If you go to therapy regularly, you’ve likely talked about a range of issues. Therapy is excellent if you’re dealing with depression, a work issue, family matters, relationship struggles or other challenges.

But there are also times when you might not have anything specific to say. The night before your next session, there’s a good chance you may lie in bed thinking, “What the hell am I going to talk about for a full hour? Nothing really happened this week.”

That undue anxiety is common among clients, especially when they’re new to counselling. But therapists say some of the most fulfilling sessions begin with a client saying, “I have no big updates” at the start of the hour.

“When people arrive without something clouding their minds or overwhelming them, we have a chance to get many layers deeper than we often are able to,” said Satya Doyle Byock, a psychotherapist in Portland, Oregon.

On days like this, the therapist often invites clients to take some time to notice what’s happening internally, “to sharpen their awareness of their body and inner life,” she told HuffPost. Think of it as a quick pre-therapy meditation.

That moment of silence usually doesn’t last long. Inevitably, something worth exploring bubbles to the surface.

“A client will say, ‘Oh, I’ve been thinking...’ or ‘I had this memory’” or interesting dream, Doyle Byock said. “It really provides beautiful entry points into rich material for a client.”

One of the biggest misconceptions about therapy is that we only benefit from going in times of crisis, when we have something specific to work through.Kathleen Dahlen deVos, a psychotherapist based in San Francisco

Some clients might come prepared with talking points for the session. More often than not, though, the conversation takes an entirely different turn, said Kathleen Dahlen deVos, a psychotherapist based in San Francisco.

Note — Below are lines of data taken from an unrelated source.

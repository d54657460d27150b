/** One signal for the whole process: aborted by Ctrl+C, SIGTERM or a closed terminal. */
const controller = new AbortController();

export const interruption = controller.signal;

/**
 * Answers the signals instead of dying from them. npm and the terminal both pass Ctrl+C on, so it arrives twice. An npm
 * that was killed passes nothing on: then we are handed to another parent.
 */
export function listenForInterruption() {
  for (const name of ['SIGINT', 'SIGTERM', 'SIGHUP']) process.on(name, () => controller.abort(name));
  if (!process.env.npm_lifecycle_event) return;
  const parent = process.ppid;
  setInterval(() => {
    if (process.ppid !== parent) controller.abort('the end of npm');
  }, 1000).unref();
}

/** Ends the wait of whoever waits for `interruption`, for a reason of our own. */
export function interrupt(reason) {
  controller.abort(reason);
}

export function interrupted() {
  if (interruption.aborted) return Promise.resolve();
  return new Promise((resolve) => interruption.addEventListener('abort', () => resolve(), { once: true }));
}
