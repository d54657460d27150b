/** cast: the type in which the matrix is stored; the largest rounding error is measured while building. */
import type { Step } from './step.ts';

export const cast: Step<'cast'> = {
  name: 'cast',
  rank: 4,
  apply(state, { type }) {
    state.type = type;
    return type === 'float32' ? 'Stored in single precision; the build reports the largest rounding error.' : 'Stored in double precision.';
  },
};
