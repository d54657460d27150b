/** The catalogue of recipe steps. Adding one: its file, its schema in the contract, and a line here. */
import { cast } from './cast.ts';
import { centre } from './centre.ts';
import { order } from './order.ts';
import { select } from './select.ts';
import { split } from './split.ts';
import type { Step } from './step.ts';
import { weigh } from './weigh.ts';
import { window } from './window.ts';

export const steps = [select, order, window, centre, weigh, split, cast] as unknown as readonly Step[];
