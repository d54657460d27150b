/** What the set-up tells the person in front of the terminal. */
export function announce(topic, text) {
  process.stdout.write(`${topic.padEnd(10)} ${text}\n`);
}

export function warn(topic, text) {
  process.stderr.write(`${topic.padEnd(10)} ${text}\n`);
}

export function seconds(since) {
  return `${((performance.now() - since) / 1000).toFixed(1)} s`;
}
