/** Which parts of npm test a command line asks for. */
import { existsSync, readdirSync } from 'node:fs';
import { join, relative } from 'node:path';
import { checkout } from './checkout.js';

const optionsWithValue = new Set([
  '-t',
  '--testNamePattern',
  '--project',
  '--reporter',
  '--bail',
  '--retry',
  '--testTimeout',
]);

/** The words that are filters of file names and not options or their values. */
export function fileFilters(args) {
  return args.filter((arg, i) => !arg.startsWith('-') && !optionsWithValue.has(args[i - 1]));
}

function testFiles(folder) {
  if (!existsSync(folder)) return [];
  return readdirSync(folder, { withFileTypes: true, recursive: true })
    .filter((entry) => entry.isFile() && /\.test\.tsx?$/.test(entry.name))
    .map((entry) => relative(checkout, join(entry.parentPath ?? entry.path, entry.name)));
}

/** Everything without filters; with them only the tests whose path holds one of them, as Vitest sees it. */
export function selectTests(args) {
  const filters = fileFilters(args).map((filter) => relative(checkout, join(checkout, filter)));
  const browser = testFiles(join(checkout, 'tests', 'browser'));
  return {
    checks: filters.length === 0,
    browser: filters.length === 0 || browser.some((file) => filters.some((filter) => file.includes(filter))),
  };
}
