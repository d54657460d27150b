import { execFileSync } from 'node:child_process';
import { existsSync, readdirSync } from 'node:fs';
import { afterAll, beforeAll, describe, expect, it, vi } from 'vitest';
import { problem } from '#contract/error.ts';
import { weightsReport } from '#contract/weights.ts';
import { jsonOf, makeArchives, pennyweight, runHere, type Run } from './command-run.ts';

let archives: ReturnType<typeof makeArchives>;
beforeAll(() => {
  archives = makeArchives();
}, 60_000);
afterAll(() => archives.remove());

const command = (names: string[], options: string[]) => ['weights', ...names.map(archives.at), '--json', ...options];
/** In a process of its own, and here: the second for what the first has shown already. */
const weigh = (names: string[], ...options: string[]) => pennyweight(...command(names, options));
const weighHere = (names: string[], ...options: string[]) => runHere(...command(names, options));
const reportOf = (run: Run) => weightsReport.strict().parse(jsonOf(run));

// Each run starts two processes, on a machine that may be busy.
vi.setConfig({ testTimeout: 90_000 });

describe('pennyweight weights', () => {
  it('chooses a rule, weighs the grid, and finds the singular values that NumPy finds', async () => {
    const run = await weigh(['sound.h5']);
    expect([run.status, run.err]).toEqual([0, '']);
    const { time, space, spectrum } = reportOf(run);
    const { expected } = archives;
    expect([time.chosen, space.chosen]).toEqual(['simpson', 'tensor']);
    const simpson = time.rules.find((rule) => rule.id === 'simpson')!;
    simpson.weights.forEach((weight, j) => expect(weight).toBeCloseTo(expected.simpson[j], 13));
    for (const rule of time.rules) expect(rule.sum).toBeCloseTo(2, 12);
    expect(space.sum).toBeCloseTo(expected.spaceSum, 12);
    for (let k = 0; k < spectrum!.resolved; k++) {
      // Errors of the correlation route grow as eps sigma_1^2 / sigma_k (spec: weights, numerical honesty).
      const bound = (1e3 * Number.EPSILON * spectrum!.singular_values[0] ** 2) / spectrum!.singular_values[k];
      expect(Math.abs(spectrum!.singular_values[k] - expected.singular_values[k])).toBeLessThan(bound);
    }
    expect(Object.keys(spectrum!.rank)).toEqual(['0.9', '0.99', '0.999', '0.9999']);
  });

  it('uses the rule and the space rule that are asked for', async () => {
    const { time, space } = reportOf(await weighHere(['sound.h5'], '--rule', 'trapezoid', '--space', 'none'));
    expect([time.chosen, space.chosen, space.sum]).toEqual(['trapezoid', 'none', 72]);
  });

  it('refuses a rule with negative weights, with the reason and status 1', async () => {
    const run = await weigh(['jump.h5'], '--rule', 'simpson');
    const { time, spectrum } = reportOf(run);
    expect(run.status).toBe(1);
    expect(time.reason).toMatch(/^Refused: .*negative weight/);
    expect(time.rules.find((rule) => rule.id === 'simpson')).toMatchObject({ admissible: false });
    expect(spectrum).toBeNull();
    expect(run.err).toContain('negative weight');
    expect((await weighHere(['jump.h5'], '--rule', 'auto')).status).toBe(0);
  });

  it('weighs NPY files of one archive, and an ensemble by equal weights', async () => {
    const series = reportOf(await weighHere(['series/u.npy', 'series/t.npy']));
    expect([series.time.chosen, series.space.chosen]).toEqual(['simpson', 'none']);
    const ensemble = reportOf(await weighHere(['matrix/X.npy'], '--ensemble'));
    expect(ensemble.time.chosen).toBe('equal');
    expect(ensemble.time.rules[0].sum).toBe(1);
    // The mean of the squared norms, by either route.
    const mean = archives.expected.norm.reduce((sum, norm) => sum + norm ** 2, 0) / 41;
    expect(ensemble.spectrum!.energy).toBeCloseTo(mean, 9);
  });

  it.each<[string, string, string]>([
    ['restart.h5', 'stamps-invalid', 'stamp 101'],
    ['text.h5', 'unsupported-format', 'text'],
    ['cut.h5', 'file-unreadable', 'cut off'],
    ['field.h5', 'limit-exceeded', '1000000000000 values'],
  ])('says why %s cannot be weighed: %s', async (name, code, words) => {
    const run = await (name === 'restart.h5' ? weigh : weighHere)([name]);
    expect(run.status).toBe(2);
    expect(problem.parse(jsonOf(run))).toMatchObject({ code, detail: expect.stringContaining(words) });
    expect(run.err).toContain(words);
  });

  it('writes weights and modes that NumPy reads: Phi* W Phi = I', async () => {
    const out = archives.at('weighed');
    const run = await weighHere(['sound.h5'], '--rank', '3', '--out', out);
    expect(run.status).toBe(0);
    expect(readdirSync(out).sort()).toEqual([
      'modes.npy',
      'space_weights.npy',
      'spectrum.csv',
      'time.npy',
      'time_weights.npy',
      'weights.json',
    ]);
    const script = `
import numpy as np
phi, w = np.load("modes.npy"), np.load("space_weights.npy")
print(phi.shape, phi.flags.f_contiguous, np.abs(phi.T @ (w[:, None] * phi) - np.eye(3)).max() < 1e-9, np.load("time_weights.npy").sum().round(12), np.load("time.npy")[-1])`;
    expect(execFileSync('/usr/bin/python3', ['-c', script], { cwd: out, encoding: 'utf8' }).trim()).toBe(
      '(72, 3) True True 2.0 2.0',
    );
    expect((await runHere('weights', archives.at('sound.h5'), '--out', out)).status).toBe(64);
  });

  it.each<[string, string[], string]>([
    ['an unknown rule', ['--rule', 'midpoint'], 'there is no rule "midpoint"'],
    ['a rule that is not there yet', ['--rule', 'gauss-legendre'], 'not available yet'],
    ['an unknown space rule', ['--space', 'sphere'], 'there is no rule "sphere"'],
    ['a rank of zero', ['--rank', '0'], 'whole number'],
  ])('ends with 64 for %s', async (_name, options, words) => {
    const run = await runHere('weights', archives.at('sound.h5'), ...options);
    expect([run.status, run.out]).toEqual([64, '']);
    expect(run.err).toContain(words);
  });

  it('takes one archive at a time', async () => {
    const run = await runHere('weights', archives.at('sound.h5'), archives.at('jump.h5'));
    expect([run.status, run.err]).toEqual([64, expect.stringContaining('One archive at a time')]);
  });

  it('prints a table for a person without --json, and leaves nothing behind', async () => {
    const run = await runHere('weights', archives.at('sound.h5'));
    expect(run.out).toMatch(/\* simpson /);
    expect(run.out).toContain('spectrum ');
    expect(existsSync('weights.json')).toBe(false);
  });
});
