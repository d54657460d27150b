"""Archives for the tests of the command line, written by h5py and NumPy into the folder named on the command line.
All data are invented. Prints what NumPy makes of them as one JSON object."""
import hashlib
import json
import os
import sys

import h5py
import numpy as np

folder = sys.argv[1]
os.chdir(folder)

x = np.linspace(0.0, 1.0, 12)
y = np.linspace(0.0, 1.0, 6) ** 2


def state(t):
    return np.sin(3 * t[:, None, None] + 2 * x[None, None, :]) * np.exp(-t[:, None, None] * y[None, :, None]) + 0.1 * t[:, None, None]


def write(name, t, u, unit="m s-1"):
    with h5py.File(name, "w") as file:
        file["t"] = t
        file["t"].attrs["units"] = "s"
        file["x"] = x
        file["x"].attrs["units"] = "m"
        file["y"] = y
        file["y"].attrs["units"] = "m"
        file["u"] = u
        if unit:
            file["u"].attrs["units"] = unit


uniform = np.linspace(0.0, 2.0, 41)
adaptive = np.cumsum(np.r_[0.0, 0.02 * (1 + 0.5 * np.sin(np.arange(40) / 5.0))])
jump = np.r_[np.arange(0, 3), np.arange(6, 12, 1.0)]
restart = np.r_[np.linspace(0, 1, 101), np.linspace(0.8, 1.5, 71)]

write("sound.h5", uniform, state(uniform))
write("adaptive.h5", adaptive, state(adaptive))
write("jump.h5", jump, state(jump))
broken = state(restart)
broken[7, 2, 3] = np.nan
write("restart.h5", restart, broken)
write("unitless.h5", uniform, state(uniform), unit=None)

whole = open("sound.h5", "rb").read()
open("cut.h5", "wb").write(whole[: len(whole) // 2])
open("text.h5", "w").write("t u\n0 1\n")
open("empty.h5", "wb").close()
np.save("pickled.npy", np.array([{"a": 1}, None], dtype=object), allow_pickle=True)
with h5py.File("outside.h5", "w") as file:
    file["t"] = uniform
    file["u"] = h5py.ExternalLink("sound.h5", "/u")
with h5py.File("claims.h5", "w") as file:
    file.create_dataset("t", shape=(10**6,), chunks=(1000,), dtype="f8")
    file.create_dataset("u", shape=(10**6, 10**6), chunks=(1, 10**5), dtype="f4")

with h5py.File("field.h5", "w") as file:
    file.create_dataset("u", shape=(10**6, 10**6), dtype="f4")

os.mkdir("series")
np.save("series/t.npy", uniform)
np.save("series/u.npy", np.asfortranarray(state(uniform)))
os.mkdir("matrix")
np.save("matrix/X.npy", state(uniform).reshape(41, -1))


def trapezoid(nodes):
    h = np.diff(nodes)
    return np.r_[h / 2, 0] + np.r_[0, h / 2]


u = state(uniform)
h = uniform[1] - uniform[0]
simpson = h / 3 * np.r_[1, np.tile([4, 2], 19), 4, 1]
space = np.outer(trapezoid(y), trapezoid(x)).ravel()
scaled = np.sqrt(space)[:, None] * u.reshape(41, -1).T * np.sqrt(simpson)[None, :]
print(
    json.dumps(
        {
            "sha256": hashlib.sha256(whole).hexdigest(),
            "bytes": len(whole),
            "min": u.min(),
            "max": u.max(),
            "mean": u.mean(),
            "norm": np.sqrt((u**2).sum(axis=(1, 2))).tolist(),
            "simpson": simpson.tolist(),
            "singular_values": np.linalg.svd(scaled, compute_uv=False).tolist(),
            "spaceSum": float(space.sum()),
        }
    )
)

“What I find is that sometimes the things clients plan in advance can feel stagnant once we’re in the room together,” she said. “The client might find that discussing the topic fills empty space but that they aren’t actually emotionally connected to the subject anymore.”

Silence in therapy can contribute to its success

As clients get more comfortable with the routine and ritual of therapy, Dahlen deVos often tells them to experiment with not planning ahead to see what topics naturally emerge.

“By not planning, we shift to the more subtle things that might be overlooked if we launch directly into predetermined content,” Dahlen deVos said. “This helps clients explore moment-to-moment awareness and mindfulness that they can then use in their daily lives to care for their emotional well-being.”

Ultimately, it’s OK to draw a blank in therapy or meander your way to a topic. You don’t need to bring a weighty subject matter or problem to therapy every week to make it count, Dahlen deVos said. Breakthroughs happen even during sessions you worry are going to be boring.

“One of the biggest misconceptions about therapy is that we only benefit from going in times of crisis, when we have something specific to work through,” she explained.

Without a crisis to attend to, you have the chance to “look below the surface of the parts of life you report as being ‘fine’ or ‘good enough,’ and catalyze some big changes,” she said.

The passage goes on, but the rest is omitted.